Science Fair Project Encyclopedia
Mulready stationery describes pre-gummed wrappers or envelopes, introduced as part of the British Post Office postal reforms of 1840. Pregummed envelopes as we know them today did not exist. The name Mulready arises from the fact that W.A. Mulready , a well-known artist of the time, was commissioned to illustrate part of a precut diamond-shaped sheet which, when the sides were folded about a central rectangular area, became an envelope when the overlapping edges were pasted.(The diamond-shaped sheet and the geometrically more complex short-arm cross-shaped sheet remain essentially the staple designs to this day.)
The Mulready illustration was printed on the sheet such that it appeared on the face of the envelope. (As a point of interest: all mechanical printing devices from the Gutenberg press on are primarily designed to process flat rectangular sheets. Hence the illustration would have been printed using a press and then cut to a diamond shape.The number produced from any one sheet naturally depended on the size of the printing bed and to this day envelope printing and envelope manufacture have maintained a symbiotic relationship.)

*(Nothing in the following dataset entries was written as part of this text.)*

"""The page in a real browser, as a technician comes to it: from the code on paper to the tag as left."""

from __future__ import annotations

import io
import re
import shutil
import socket
import subprocess
import sys
import time
from collections.abc import Iterator
from dataclasses import dataclass
from datetime import UTC, date, datetime
from decimal import Decimal
from pathlib import Path

import pypdfium2
import pytest
import zxingcpp
from desk_bench import PASSWORD, list_gauge
from playwright.sync_api import Browser, Page, sync_playwright

from sheets import pipeline
from sheets.register.finding import revision_of
from sheets.register.opening import open_register
from sheets.register.rows import Row

PHONE, OLD_PHONE, DESK = (360, 740), (320, 533), (1280, 900)
INK = {"rgb(0, 0, 0)", "rgb(255, 255, 255)"}
LEAST_TARGET = 44
"""CSS pixels, the target size of WCAG 2.2, 2.5.5 (level AAA); for gloves."""


@dataclass(frozen=True, kw_only=True)
class Served:
    """A demonstration site, served."""

    address: str
    code: str
    """Path and query that the code on the first page holds."""
    rows: tuple[Row, ...]
    register: Path


@pytest.fixture(scope="module")
def served(root: Path, tmp_path_factory: pytest.TempPathFactory) -> Iterator[Served]:
    folder = tmp_path_factory.mktemp("browser") / "demonstration"
    now = datetime.now(UTC)
    made = pipeline.demo(
        root / "sample_machines" / "kiln_pusher.yaml",
        folder,
        when=now,
        random_bytes=lambda length: bytes(range(7, 7 + length)),
    )
    for name, role in (("Tom Ness", "technician"), ("Ada Quarrow", "approver")):
        pipeline.set_user(folder / "users.json", name=name, role=role, password=PASSWORD)
    list_gauge(made.register, when=now, due=date(now.year + 1, 12, 31), accuracy_class="0.1")
    with open_register(made.register) as register:
        issue = revision_of(register, made.issued.record_id).issue
    assert issue is not None
    assert issue.kept is not None
    with socket.socket() as found:
        found.bind(("127.0.0.1", 0))
        port = found.getsockname()[1]
    server = subprocess.Popen(
        [sys.executable, "-c", "from sheets.cli import entry; entry()", "serve", str(folder),
         "--register", str(made.register), "--site", str(made.site),
         "--users", str(folder / "users.json"), "--port", str(port)],
        env={"PYTHONPATH": str(root), "PATH": ""},
        stdout=subprocess.DEVNULL,
        stderr=subprocess.DEVNULL,
    )  # fmt: skip
    try:
        for _ in range(300):
            with socket.socket() as trying:
                if trying.connect_ex(("127.0.0.1", port)) == 0:
                    break
            time.sleep(0.1)
        yield Served(
            address=f"http://127.0.0.1:{port}",
            code=scanned(made.issued.file),
            rows=issue.kept.rows,
            register=made.register,
        )
    finally:
        server.terminate()
        server.wait(20)


def scanned(pack: Path) -> str:
    """What a reader finds on the first page, without the address of the site."""
    document = pypdfium2.PdfDocument(pack)
    (found,) = zxingcpp.read_barcodes(document[0].render(scale=3).to_pil())
    document.close()
    assert found.text.startswith("https://records.brackwater.example/r/")
    return found.text.removeprefix("https://records.brackwater.example")


@pytest.fixture(scope="module")
def browser() -> Iterator[Browser]:
    program = shutil.which("chromium")
    if program is None:
        pytest.skip("chromium isn't installed")
    with sync_playwright() as driver:
        started = driver.chromium.launch(executable_path=program, args=["--no-sandbox"])
        yield started
        started.close()


@pytest.fixture
def page(browser: Browser) -> Iterator[Page]:
    """A phone that runs no scripts."""
    with browser.new_context(
        viewport={"width": PHONE[0], "height": PHONE[1]}, java_script_enabled=False
    ) as context:
        yield context.new_page()


def outside_window(row: Row) -> str:
    """A reading over the window that somebody may still accept."""
    top = min(Decimal(row.ladder_high), Decimal(row.never_exceed))
    found = (Decimal(row.high) + top) / 2
    assert Decimal(row.high) < found < top
    return f"{found:.1f}"


def word(page: Page) -> str:
    return str(page.locator("h1.word").inner_text()).upper()


def test_from_the_code_to_a_reading_that_an_approver_accepts(served: Served, page: Page) -> None:
    row = served.rows[0]
    page.goto(served.address + served.code)
    assert word(page) == "CURRENT"
    assert page.get_by_text("differs").count() == 0
    assert page.locator("section.setting").count() == len(served.rows)
    page.get_by_role("link", name="Sign in").click()
    page.get_by_label("Name").fill("Tom Ness")
    page.get_by_label("Password").fill(PASSWORD)
    page.get_by_role("button", name="Sign in").click()
    page.goto(served.address + served.code)
    page.get_by_role("link", name="Record row 1").click()
    page.get_by_label("Why, for a new job").fill("yearly check")
    page.get_by_label("As found, in").fill(row.target)
    page.get_by_label("As left, in").fill(outside_window(row))
    page.get_by_label("Gauge").fill("17")
    page.get_by_label("Seal", exact=True).select_option("whole")
    page.get_by_role("button", name="Record as Tom Ness").click()
    assert "outside its window" in page.get_by_role("alert").inner_text()
    with open_register(served.register, read_only=True) as register, register.reading() as view:
        assert list(view.events(kinds={"read"})) == []
    page.get_by_label("Approver", exact=True).fill("Ada Quarrow")
    page.get_by_label("Approver's password").fill(PASSWORD)
    page.get_by_label("Why it may stay so").fill("till the mould is changed")
    page.get_by_role("button", name="Record as Tom Ness").click()
    assert word(page) == "CURRENT"
    assert f"as left {outside_window(row)} {row.unit}" in page.locator("section.setting").first.inner_text()
    page.get_by_role("link", name="Setting tags").click()
    link = page.get_by_role("link", name="Print the tags as left (PDF)").get_attribute("href")
    printed = page.request.get(f"{served.address}{link}")
    assert printed.status == 200
    document = pypdfium2.PdfDocument(io.BytesIO(printed.body()))
    text = "\n".join(sheet.get_textpage().get_text_range() for sheet in document)
    document.close()
    assert f"{outside_window(row)} {row.unit}" in " ".join(text.split())
    page.get_by_label("Where it hangs").fill("at the screw")
    page.get_by_role("button", name="It hangs there now").click()
    assert word(page) == "CURRENT"
    with open_register(served.register, read_only=True) as register, register.reading() as view:
        (posted,) = view.events(kinds={"tag posted"})
    assert posted.who == "Tom Ness"


def test_with_the_keyboard_alone(served: Served, page: Page) -> None:
    page.goto(f"{served.address}/sign-in?to={served.code.split('?')[0]}/row/1")
    page.keyboard.press("Tab")
    assert page.locator(":focus").inner_text() == "To the content"
    page.keyboard.press("Tab")
    page.keyboard.type("Tom Ness")
    page.keyboard.press("Tab")
    page.keyboard.type(PASSWORD)
    page.keyboard.press("Enter")
    page.get_by_role("button", name="Record as Tom Ness").wait_for()
    reached = []
    for _ in range(20):
        page.keyboard.press("Tab")
        reached.append(page.locator(":focus").get_attribute("name"))
        if page.locator(":focus").inner_text().startswith("Record as"):
            break
    shown = [
        "job",
        "why",
        "found",
        "left",
        "unreached",
        "gauge",
        "oil",
        "seal",
        "seal_number",
        "people",
        "on",
        "at",
    ]
    assert [name for name in reached if name] == shown
    page.keyboard.press("Enter")
    assert page.locator(":focus").count() <= 1


def sight(page: Page) -> dict[str, object]:
    """What is measured of a page by script: colours, sizes, labels, overflow."""
    found: dict[str, object] = page.evaluate(
        """() => {
        const clear = (one) => getComputedStyle(one).backgroundColor === 'rgba(0, 0, 0, 0)';
        const seen = (one) => one.getClientRects().length > 0 && one.type !== 'hidden';
        const texts = [...document.querySelectorAll('body, body *:not(svg):not(svg *)')].filter(seen);
        const colours = new Set();
        for (const one of texts) {
            const style = getComputedStyle(one);
            colours.add(style.color);
            if (style.backgroundColor !== 'rgba(0, 0, 0, 0)') colours.add(style.backgroundColor);
        }
        const clash = texts.filter((one) => {
            let ground = one;
            while (ground && clear(ground)) ground = ground.parentElement;
            return ground && getComputedStyle(one).color === getComputedStyle(ground).backgroundColor;
        }).map((one) => one.outerHTML.slice(0, 80));
        const kinds = 'a:not(.skip), button, select, textarea, input:not([type=checkbox])';
        const boxes = [...document.querySelectorAll(kinds)].filter(seen);
        return {
            colours: [...colours],
            clash,
            small: boxes.filter((one) => one.getBoundingClientRect().height < LEAST)
                .map((one) => one.outerHTML),
            unlabelled: [...document.querySelectorAll('input, select, textarea')].filter(seen)
                .filter((one) => one.labels.length === 0).map((one) => one.outerHTML),
            least: Math.min(...texts.map((one) => parseFloat(getComputedStyle(one).fontSize))),
            over: Math.max(document.documentElement.scrollWidth,
                ...texts.map((one) => one.getBoundingClientRect().right)) - window.innerWidth,
            headings: document.querySelectorAll('h1').length,
            language: document.documentElement.lang,
        };
    }""".replace("LEAST", str(LEAST_TARGET))
    )
    return found


@pytest.mark.parametrize("size", [OLD_PHONE, PHONE, DESK], ids=["old phone", "phone", "desk"])
def test_pages_can_be_read_and_hit(served: Served, browser: Browser, size: tuple[int, int]) -> None:
    record = served.code.split("?")[0]
    with browser.new_context(viewport={"width": size[0], "height": size[1]}) as context:
        page = context.new_page()
        said: list[str] = []
        page.on("console", lambda message: said.append(f"{message.text} {message.location}"))
        asked: set[str] = set()
        page.on("request", lambda request: asked.add(re.sub(r"(//[^/]+).*", r"\1", request.url)))
        page.goto(f"{served.address}/sign-in?to={record}")
        forms = ["/sign-in", f"{record}/row/1", f"{record}/tag", "/sign-out"]
        for path in (served.code, f"{record}?d=00000000&v=9", "/find", forms[0]):
            page.goto(served.address + path)
            _hold(sight(page), path)
        page.get_by_label("Name").fill("Tom Ness")
        page.get_by_label("Password").fill(PASSWORD)
        page.get_by_role("button", name="Sign in").click()
        for path in (served.code, *forms[1:]):
            page.goto(served.address + path)
            _hold(sight(page), path)
    assert asked == {served.address}
    assert said == []


@pytest.mark.parametrize(
    "state",
    [
        "superseded",
        "withdrawn",
        "void",
        "rejected",
        "not issued",
        "another paper",
        "unknown",
        "not established",
    ],
)
@pytest.mark.parametrize("width", [320, 360])
def test_every_word_fits_an_old_phone(served: Served, browser: Browser, state: str, width: int) -> None:
    with browser.new_context(viewport={"width": width, "height": 600}) as context:
        page = context.new_page()
        page.goto(f"{served.address}/r/0123456789")
        page.evaluate("(word) => { document.querySelector('h1.word').textContent = word; }", state)
        over = page.evaluate(
            """() => { const range = document.createRange();
            range.selectNodeContents(document.querySelector('h1.word'));
            return range.getBoundingClientRect().right
                - document.querySelector('.standing').getBoundingClientRect().right; }"""
        )
        assert over < 0


def _hold(seen: dict[str, object], path: str) -> None:
    assert set(seen["colours"]) <= INK, path  # type: ignore[call-overload]  # a list of texts
    assert seen["clash"] == [], path
    assert seen["small"] == [], path
    assert seen["unlabelled"] == [], path
    assert float(str(seen["least"])) >= 14, path
    assert float(str(seen["over"])) <= 0, path
    assert (seen["headings"], seen["language"]) == (1, "en"), path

In a sense the Mulready illustration was a very elaborate frank indicating that postage had been paid.
There was nothing to stop one from writing on the inside; consequently the Mulready wrapper was fundamentally akin to the present-day aerogramme.
However, the Mulready envelope suffered an inglorious demise. The design showed a munificent Britannia bestowing the benefits of postal services to the countries of the world under British control. The design was so much over the top that it generated widespread ridicule and lampooning, and in addition it was perceived in some areas as a covert government attempt to control the supply of envelopes, and hence control the flow of information carried by the postal service (which had become solely a government monopoly under the reforms). As a result of the uproar the wrappers were withdrawn and a machine was designed and built to destroy the stocks.